===== EXERCISE INPUT

// One reference scene per furniture element, in the manner of Cairo's test suite (one scene per
// test, a rasterised result compared with a stored reference within a tolerance): each scene is
// drawn into a PDF, rasterised by poppler (pdftoppm, 200 dpi) and compared with
// tests/sheet/references/NAME.png. scripts/make-furniture-refs records the references (review
// them by eye before committing). The same thresholds as the symbol-sheet references.
#include <cairo-pdf.h>

#include <catch2/catch.hpp>
#include <cstdlib>
#include <functional>

#include "sheetmill/core/handles.hpp"
#include "sheetmill/core/units.hpp"
#include "sheetmill/sheet/collar.hpp"
#include "sheetmill/sheet/legend.hpp"
#include "sheetmill/sheet/north_diagram.hpp"
#include "sheetmill/sheet/scale_bar.hpp"
#include "support/raster_compare.hpp"
#include "support/test_env.hpp"

using namespace sheetmill;
using namespace sheetmill::sheet;

namespace {

constexpr double kMaxMeanDiff = 1.0;
constexpr double kMaxChangedFraction = 0.002;
// Compared by test::compare_png (tests/support/raster_compare.hpp), the suites' one diff.
using test::compare_png;
using Diff = test::RasterDiff;

// Draws `scene` on a w x h mm PDF page and rasterises it; returns the PNG.
std::filesystem::path rasterise(const test::TempDir& tmp, const std::string& name, double w_mm,
                                double h_mm, const std::function<void(cairo_t*)>& scene) {
  auto pdf = tmp / (name + ".pdf");
  {
    CairoSurfacePtr s(cairo_pdf_surface_create(pdf.c_str(), w_mm * kPtPerMm, h_mm * kPtPerMm));
    CairoPtr cr(cairo_create(s.get()));
    cairo_scale(cr.get(), kPtPerMm, kPtPerMm);
    cairo_set_source_rgb(cr.get(), 1, 1, 1);
    cairo_paint(cr.get());
    scene(cr.get());
    REQUIRE(cairo_status(cr.get()) == CAIRO_STATUS_SUCCESS);
    cr.reset();
    cairo_surface_finish(s.get());
  }
  auto r = test::run_command(
      {"pdftoppm", "-r", "200", "-png", "-singlefile", pdf.string(), (tmp / name).string()});
  REQUIRE(r.exit_code == 0);
  return tmp / (name + ".png");
}

std::filesystem::path reference(const std::string& name) {
  return test::source_dir() / "tests" / "sheet" / "references" / (name + ".png");
}

// Records the scene as its reference (SHEETMILL_UPDATE_REFS=1) or compares it with it.
void check_scene(const std::string& name, double w_mm, double h_mm,
                 const std::function<void(cairo_t*)>& scene) {
  test::TempDir tmp("scene_" + name);
  auto png = rasterise(tmp, name, w_mm, h_mm, scene);
  auto ref = reference(name);
  if (std::getenv("SHEETMILL_UPDATE_REFS")) {
    std::filesystem::create_directories(ref.parent_path());
    std::filesystem::copy_file(png, ref, std::filesystem::copy_options::overwrite_existing);
    WARN("reference recorded: " << ref);
    return;
  }
  REQUIRE(std::filesystem::exists(ref));  // record with scripts/make-furniture-refs
  Diff d = compare_png(png, ref);
  INFO(name << ": mean " << d.mean << ", changed " << d.changed_fraction);
  CHECK(d.mean <= kMaxMeanDiff);
  CHECK(d.changed_fraction <= kMaxChangedFraction);
}

const style::Style& field_style() {
  static const style::Style s = style::load_style(test::source_dir() / "styles" / "field.yaml");
  return s;
}

void scale_bars(cairo_t* cr, const std::vector<std::string>& units) {
  text::FontCache fonts;
  draw_scale_panel(cr, Box::of(5, 3, 215, 33), 25000, units, field_style(), fonts);
}

// Magnetic north 0.05 degrees east of true north, both east of grid north by a fraction of a
// degree: the case where the lines used to coincide.
void near_north(cairo_t* cr) {
  NorthInfo n;
  n.grid_convergence_deg = -0.2;
  n.declination_deg = -0.15;
  n.date = "2026-12-01";
  n.source = "stated in the project";
  text::FontCache fonts;
  draw_north_diagram(cr, Box::of(3, 3, 83, 43), n, field_style(), fonts);
}

SheetInfo legend_info() {
  SheetInfo info;
  info.contour_interval_m = 10;
  info.grid_interval_m = 1000;
  info.shown.add(ContourKind::ordinary);
  info.shown.add(ContourKind::index);
  info.shown.add(ContourKind::depression);
  info.shown.spot_heights = true;
  info.shown.grid = true;
  info.shown.graticule = true;
  return info;
}

void legend(cairo_t* cr, double width_mm, double height_mm) {
  std::vector<const style::Rule*> rules;
  for (const auto& layer : field_style().layers)
    for (const auto& rule : layer.rules)
      if (!rule.legend.empty()) rules.push_back(&rule);
  text::FontCache fonts;
  auto entries = legend_entries(field_style(), rules, legend_info());
  auto plan = plan_legend(fonts, field_style(), entries, width_mm, height_mm);
  draw_legend_plan(cr, plan, entries, {3, 3}, field_style(), fonts);
}

// "A1" (north-west) to "C3" (south-east): rows from the north, columns from the west.
std::string fmt_id(int r_north, int c_east) {
  return std::string(1, static_cast<char>('B' - r_north)) + std::to_string(2 + c_east);
}

void location(cairo_t* cr) {
  // An invented 3 x 3 index of 10 x 8 km sheets, the DEM covering the middle row and more.
  SheetInfo info;
  info.sheet_id = "B2";
  Layout layout;
  const double w = 10000, h = 8000;
  for (int r = -1; r <= 1; ++r) {
    for (int c = -1; c <= 1; ++c) {
      Box b = Box::of(500000 + c * w, 5200000 + r * h, 510000 + c * w, 5208000 + r * h);
      std::vector<Point> ring{
          {b.min_x, b.max_y}, {b.max_x, b.max_y}, {b.max_x, b.min_y}, {b.min_x, b.min_y}};
      info.index_outlines.push_back(ring);
      if (r == 0 && c == 0) {
        layout.frame.ground = b;
        layout.frame.neatline = ring;
      } else {
        info.neighbours.push_back({fmt_id(r, c), "", c, -r});
      }
    }
  }
  info.location_area = Box::of(480000, 5179000, 530000, 5229000);
  info.dem_footprint = {{488000, 5196000}, {524000, 5194000}, {526000, 5214000}, {490000, 5216000}};
  for (double x = 485000; x < 530000; x += 15000)
    info.location_graticule.push_back({{x, 5179000}, {x + 400, 5229000}});
  for (double y = 5185000; y < 5229000; y += 15000)
    info.location_graticule.push_back({{480000, y}, {530000, y - 300}});
  info.location_caption =
      "Centre 46\u00B059\u2032 N 15\u00B004\u2032 E; index sheets, DEM coverage shaded; graticule "
      "every 10\u2032";
  text::FontCache fonts;
  draw_diagrams(cr, Box::of(3, 3, 83, 48), layout, field_style(), info, fonts);
}

}  // namespace

TEST_CASE("scene: metric and feet scale bars", "[sheet][scenes]") {
  check_scene("scale_bars", 220, 36, [](cairo_t* cr) { scale_bars(cr, {"m", "ft"}); });
}

TEST_CASE("scene: north diagram with nearly coinciding lines", "[sheet][scenes]") {
  check_scene("north_near", 86, 46, near_north);
}

TEST_CASE("scene: legend in a narrow box", "[sheet][scenes]") {
  check_scene("legend_narrow", 76, 130, [](cairo_t* cr) { legend(cr, 70, 120); });
}

TEST_CASE("scene: legend in columns", "[sheet][scenes]") {
  check_scene("legend_columns", 150, 80, [](cairo_t* cr) { legend(cr, 144, 74); });
}

TEST_CASE("scene: adjoining sheets and location", "[sheet][scenes]") {
  check_scene("location", 86, 51, location);
}

// The comparison must see a change: the metric bar alone is not the two-bar reference.
TEST_CASE("the scene comparison notices a changed scene", "[sheet][scenes]") {
  if (std::getenv("SHEETMILL_UPDATE_REFS") || !std::filesystem::exists(reference("scale_bars"))) {
    WARN("no reference yet");
    return;
  }
  test::TempDir tmp("scene_control");
  auto png = rasterise(tmp, "scale_bars", 220, 36, [](cairo_t* cr) { scale_bars(cr, {"m"}); });
  Diff d = compare_png(png, reference("scale_bars"));
  CHECK((d.mean > kMaxMeanDiff || d.changed_fraction > kMaxChangedFraction));
}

==========

PROBLEM: Where the listing above has a line with "layout.frame.ground = b;", start there, and output every line exactly through the line with "for (double x", which is also included.

FINISHED TASK:
        layout.frame.ground = b;
        layout.frame.neatline = ring;
      } else {
        info.neighbours.push_back({fmt_id(r, c), "", c, -r});
      }
    }
  }
  info.location_area = Box::of(480000, 5179000, 530000, 5229000);
  info.dem_footprint = {{488000, 5196000}, {524000, 5194000}, {526000, 5214000}, {490000, 5216000}};
  for (double x = 485000; x < 530000; x += 15000)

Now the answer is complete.